→ What the task asks
What you give back should be exactly the opening lines of the data, ending with the line that contains "export const verifyPassword" and including it.

Saved entries:
import bcrypt from 'bcryptjs';
import crypto from 'node:crypto';

const COST = 10;

export const hashPassword = (plain: string) => bcrypt.hash(plain, COST);
export const verifyPassword = (plain: string, hash: string) => bcrypt.compare(plain, hash);

/** A hash of a random password, compared against when the e-mail is unknown, so that
 *  a wrong e-mail and a wrong password take the same time and give the same answer. */
let dummyHash: string | null = null;
export async function dummyVerify(plain: string): Promise<false> {
  dummyHash ??= await hashPassword(crypto.randomBytes(16).toString('hex'));
  await bcrypt.compare(plain, dummyHash);
  return false;
}

/** A readable one-time password for a newly added member (shown once). */
export function generatePassword(): string {
  return crypto.randomBytes(12).toString('base64url');
}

→ Solution for this task
import bcrypt from 'bcryptjs';
import crypto from 'node:crypto';

const COST = 10;

export const hashPassword = (plain: string) => bcrypt.hash(plain, COST);
export const verifyPassword = (plain: string, hash: string) => bcrypt.compare(plain, hash);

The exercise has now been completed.